Saved entries:
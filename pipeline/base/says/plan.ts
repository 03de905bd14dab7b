import { didYouMean } from '../nearest.ts';

export const unlikeDimensions = (a: string, b: string): string => `${a} and ${b} cannot be added or compared`;
export const exponentWithDimension = (dimension: string): string => `an exponent must be a number, this one has the unit ${dimension}`;
export const openExponent = (dimension: string): string =>
  `a quantity in ${dimension} can only be raised to a number that stands in the formula`;
export const functionOfDimension = (fn: string, dimension: string): string => `${fn} takes a number, this has the unit ${dimension}`;

export const noUnit = (name: string, unit: string): string =>
  `${name} needs a unit (in SI it is ${unit}): write it in the header as [${unit}], in a units row, or here as unit`;
export const wrongDimension = (name: string, read: string, right: string): string =>
  `"${read}" is no unit of ${name}, which is measured in ${right} or a multiple of it`;
export const unitOfNumber = (name: string, read: string): string => `${name} is a number without unit, "${read}" has one`;
export const formulaWrong = (name: string, text: string, wrong: string): string => `"${text}" for ${name}: ${wrong}`;
export const formulaDimension = (name: string, text: string, found: string, right: string): string =>
  `"${text}" comes out in ${found}, but ${name} is measured in ${right}`;
export const formulaCircle = (names: readonly string[]): string => `these formulas need each other in a circle: ${names.join(' -> ')}`;
export const textQuantity = (name: string): string =>
  `${name} is a text that is shown to the reader; it has no number, unit or uncertainty`;
export const notExact = (name: string): string =>
  `${name} is computed by a formula and takes its uncertainty from what stands in it; state the uncertainty there`;
export const ownName = (name: string, meant: string): string =>
  `"${name}" is taken as a quantity of your own; the program's own name that comes nearest is "${meant}"`;

export const unknownEquipment = (read: string, known: readonly string[]): string =>
  `"${read}" is no family of equipment known here${didYouMean(read, known)}; known are ${known.join(', ')}`;
export const unknownFluid = (read: string, known: readonly string[]): string =>
  `"${read}" is no fluid known here${didYouMean(read, known)}; known are ${known.join(', ')}, or give a table or the properties as quantities`;
export const unknownRoute = (read: string, known: readonly string[]): string =>
  `"${read}" is no reduction route${didYouMean(read, known)}; routes for this transfer are ${known.join(', ')}`;
export const routeOfOtherTransfer = (route: string, transfer: string): string =>
  `the route ${route} is one of ${transfer} transfer, and the study says transfer: ${transfer === 'heat' ? 'mass' : 'heat'}`;
export const unknownSetting = (route: string, key: string, known: readonly string[]): string =>
  `${route} has no setting "${key}"${didYouMean(key, known)}${known.length === 0 ? '' : `; it has ${known.join(', ')}`}`;
export const wrongSetting = (key: string, read: string, allowed: readonly string[]): string =>
  `"${read}" is no ${key}; it is one of ${allowed.join(', ')}`;
export const unknownBasis = (group: string, read: string, known: readonly string[]): string =>
  `"${read}" is no basis of ${group}${didYouMean(read, known)}; bases are ${known.join(', ')}`;
export const unknownGroup = (read: string, known: readonly string[]): string =>
  `"${read}" is no group known here${didYouMean(read, known)}; give it a formula or a column if it is your own`;
export const needsBasis = (group: string, known: readonly string[]): string =>
  `${group} can be meant on more than one length here; say which under groups, for example "${group}: ${known[0] ?? 'pipe'}"; bases are ${known.join(', ')}`;
export const groupDimension = (group: string, formula: string, found: string): string =>
  `${group} = ${formula} has the unit ${found}; a group must come out without one`;

export const cannotHave = (what: string, missing: readonly string[]): string =>
  `${what} cannot be computed: ${missing.length === 0 ? 'nothing gives it' : `${missing.join(' and ')} ${missing.length === 1 ? 'is' : 'are'} not given and cannot be derived from what is`}`;
export const orGive = (keys: readonly string[]): string =>
  ` (or give ${keys.join(' and ')} ${keys.length === 1 ? 'itself' : 'themselves'})`;
export const wayTo = (gives: string, formula: string, lacks: readonly string[]): string =>
  `${gives} by ${formula}${lacks.length === 0 ? '' : `, which lacks ${lacks.join(', ')}`}`;
export const noCoefficient = (response: string): string =>
  `${response} needs a coefficient: say by which route under "coefficient", or give ${response} as a column under "groups"`;
export const coefficientIsOverall = (gives: string, response: string): string =>
  `this route gives ${gives}, which never enters ${response}; say "then: series-resistance" to take the other resistances out of it (or give interfacial_area for a volumetric coefficient), or write the law for ${gives} itself`;
export const unitForWhat = (name: string): string => `"in" names ${name}, which does not stand in the law`;
export const unitOfGroup = (name: string): string => `${name} is a group and has no unit; "in" is for quantities`;
export const startForWhat = (name: string, law: string, known: readonly string[]): string =>
  `${law} has no parameter "${name}"${didYouMean(name, known)}`;
export const responsesDiffer = (responses: readonly string[]): string =>
  `all laws of a study must give the same response to be compared; these give ${responses.join(', ')}`;
export const unknownCorrelation = (read: string, known: readonly string[]): string =>
  `"${read}" is no published correlation in the catalogue${didYouMean(read, known)}; "pilotlaw correlations" lists them`;

export const valueStated = (key: string): string => `${key} is given; the program would otherwise derive it, and takes the given value`;
export const onTrust = (name: string): string =>
  `${name} is a column of yours: published correlations are compared on the assumption that it is defined as they define it`;
export const ambientAssumed = (key: string): string =>
  `${key} is read as a gauge pressure and ambient_pressure is not given: 101.325 kPa is added.`;
export const idealGasVolume = (key: string, temperature: number, pressure: number): string =>
  `${key} is read at a reference condition of ${temperature} K and ${pressure / 1000} kPa and turned to the actual volume as an ideal gas.`;
export const twoKinds = (first: string, unit: string, second: string, other: string): string =>
  `${first} is in ${unit} and ${second} in ${other}: concentrations of one study are all by mass or all by amount of substance`;
export const unknownResponse = (name: string, known: readonly string[]): string =>
  `"${name}" is neither a group nor a quantity known here${didYouMean(name, known)}`;
export const noSuchCondition = (name: string, meant: string | undefined): string =>
  `the fluid's condition is to be taken from "${name}", which is neither given nor can be derived${meant === undefined ? '' : `; did you mean "${meant}"?`}`;
export const correlationLacks = (name: string, definition: string, roots: readonly string[]): string =>
  `${name} (${definition})${roots.length === 0 ? '' : `, for which ${roots.join(' and ')} ${roots.length === 1 ? 'is' : 'are'} missing`}`;
export const unreadableSetting = (key: string, read: string, wanted: string): string => `"${read}" cannot be read as ${key}: ${wanted}`;
export const lawWithoutSide = (response: string): string =>
  `other-side-plot fits a law of one side to overall coefficients; ${response} is none: write the law for Nu or heat_transfer_coefficient`;
export const otherSideAlone = (key: string): string =>
  `${key} cannot be had from other-side-plot, whose law is fitted through overall coefficients; leave ${key} out and use the law of the own side by hand`;
export const sideConductance = (formula: string): string =>
  `conductance of the own side for a response of 1, on the outer area: ${formula}`;
export const steadyAndSeries = (): string =>
  'steady windows of a log are trials at rest, coefficient.series reads trials that change with time; use one of them';
export const curveAndColumn = (key: string): string => `${key} comes from the logged curve and is given here too; leave one of them out`;
export const giveTheCurve = (route: string): string => `${route} can read a logged curve: say where it stands under coefficient.series`;
export const routeWithoutCurve = (route: string, able: readonly string[]): string =>
  `the route ${route} takes no logged curve; routes that do are ${able.join(', ')}`;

*PROBLEM DESCRIPTION*: Nothing beyond the line that contains "can only be" belongs in the answer; reproduce the entries exactly from their first line through it.

*REPLY TO THE TASK*:
filename pipeline/base/says/plan.ts
repository 03de905bd14dab7b
import { didYouMean } from '../nearest.ts';

export const unlikeDimensions = (a: string, b: string): string => `${a} and ${b} cannot be added or compared`;
export const exponentWithDimension = (dimension: string): string => `an exponent must be a number, this one has the unit ${dimension}`;
export const openExponent = (dimension: string): string =>
  `a quantity in ${dimension} can only be raised to a number that stands in the formula`;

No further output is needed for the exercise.